## Exercise brief
Lines containing the word "reason" are to be copied from the data below.
====
def test_no_number_from_a_measured_pressure_is_unknown_and_says_so():
    bad = replace(pressure(PLAIN, 1.0), ratio=math.nan, doubt=math.nan)
    found = of(screen_many([case(blend=replace(PLAIN, measured=(bad,)), tank=BARE)])[0])
    for key in PRESSURES:
        assert found[key].verdict == "unknown" and "no factor follows" in found[key].reason, key
    for key in ("vapour-lock.suction", "vents.outbreathing", "vapour-space.flammable"):
        assert found[key].verdict == "unknown", key


def test_a_low_measured_pressure_takes_nothing_off_an_exposure_limit():
    """Its high end is that of the computed vapour: the sheet did not measure the benzene in it."""
    plain, low = (of(r)["exposure.hatch"] for r in screen_many(
        [case(blend=b, tank=BARE) for b in (PLAIN, with_pressure(PLAIN, 0.9, R=0.01))]))  # fmt: skip
    assert low.value == pytest.approx(0.9 * plain.value, rel=POYNTING)
    assert low.high == pytest.approx(plain.high, rel=POYNTING)


# Flash points and classes

KEROSENE = blend({"n-nonane": 0.2, "n-decane": 0.4, "n-undecane": 0.4})


def kerosene(found=None, R=4.0, *, computed=None, **more):
    liquid = KEROSENE if found is None else with_figure(KEROSENE, "flash_point", found, computed or found, R)
    read = site(liquid_temperature=Reading(ZERO + 20.0, "2026-07-14"))
    return case(blend=liquid, tank=BARE, **{"site": read, **more})


def test_a_measured_flash_point_is_judged_with_its_range():
    key = "fire.flash-point"
    plain = of(screen(kerosene()))[key]
    own = facts(plain)["flash point, low end of its range"]
    high, low, wide = (of(r)[key] for r in screen_many(
        [kerosene(plain.limit_high + d, R) for d, R in ((8.0, 4.0), (-8.0, 4.0), (8.0, 9.0))]))  # fmt: skip
    assert [f.limit_high for f in (high, low)] == pytest.approx([plain.limit_high + 8.0, plain.limit_high - 8.0])
    assert facts(high)["flash point, low end of its range"] == pytest.approx(plain.limit_high + 3.0)
    assert facts(wide)["flash point, low end of its range"] == pytest.approx(plain.limit_high - 1.0)
    # Both ends of the range lie as far off the hottest liquid as the flash point's own range.
    assert wide.high - high.high == pytest.approx(4.0) and own < plain.limit_high - 4.9
    assert facts(high)["flash point of the receipt, measured"] == pytest.approx(plain.limit_high + 8.0)
    assert high.margin == pytest.approx(plain.margin + 8.0)


def test_a_flash_point_the_composition_misses_gives_no_room():
    key = "fire.flash-point"
    good, off = (of(r)[key] for r in screen_many(
        [kerosene(ZERO + 75.0, computed=ZERO + 75.0 + d, site=site(month="Jan")) for d in (3.0, 5.0)]))  # fmt: skip
    assert good.verdict == "room"
    assert off.verdict == "near" and "1.2 reproducibilities" in off.reason


def test_sensitivity_of_a_measured_flash_point_is_a_difference_of_computed_ones():
    key = "fire.flash-point"
    plain, far = (of(screen(kerosene(found)))[key] for found in (None, ZERO + 70.0))
    assert plain.moved_by == far.moved_by and plain.moved_by


def test_classes_follow_the_measured_flash_point():
    def classes(one):
        rows = {f.label: f.value for item in screen(one).information for f in item.facts}
        return {k: v for k, v in rows.items() if "class" in k}, rows

    (cool, _), (warm, rows) = classes(kerosene(ZERO + 30.0)), classes(kerosene(ZERO + 75.0))
    assert cool != warm
    assert {k for k in cool if cool[k] != warm[k]} >= {"vapour class for static electricity"} - {
        k for k in cool if cool[k] == "unknown"
    }
    assert rows["flash point, measured"] == ZERO + 75.0
    assert rows["flash point by equilibrium (Liaw)"] < ZERO + 60.0  # the computed one stays beside it


def contamination(one):
    """Flash points printed against the share of a second liquid, by the title of the table."""
    return {i.title: [f.value for f in i.facts] for i in screen(one).information if "%" in (i.facts[0].label if i.facts else "")}


def test_contamination_starts_at_the_measured_flash_point():
    heel = tank(contents=replace(tank().contents, blend=PLAIN))

    def with_heel(found=None):
        return replace(kerosene(found), tank=heel)

    plain = contamination(with_heel())
    title = next(t for t, v in plain.items() if v[0] > ZERO + 20.0)
    own = plain[title]
    low, high = (contamination(with_heel(own[0] + d))[title] for d in (-4.0, 4.0))
    assert (low[0], high[0]) == pytest.approx((own[0] - 4.0, own[0] + 4.0))
    assert low[1:] == pytest.approx([v - 4.0 for v in own[1:]], abs=1e-6)
    assert high[1:] == pytest.approx(own[1:], abs=1e-6)
    light = replace(kerosene(), tank=replace(heel, contents=replace(heel.contents, blend=SCALED)))
    shifted = contamination(light)[title]
    assert shifted[0] == pytest.approx(own[0], abs=1e-6)
    assert all(b < a - 0.02 for a, b in zip(own[2:], shifted[2:]))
====
## Result
        assert found[key].verdict == "unknown" and "no factor follows" in found[key].reason, key
    assert off.verdict == "near" and "1.2 reproducibilities" in off.reason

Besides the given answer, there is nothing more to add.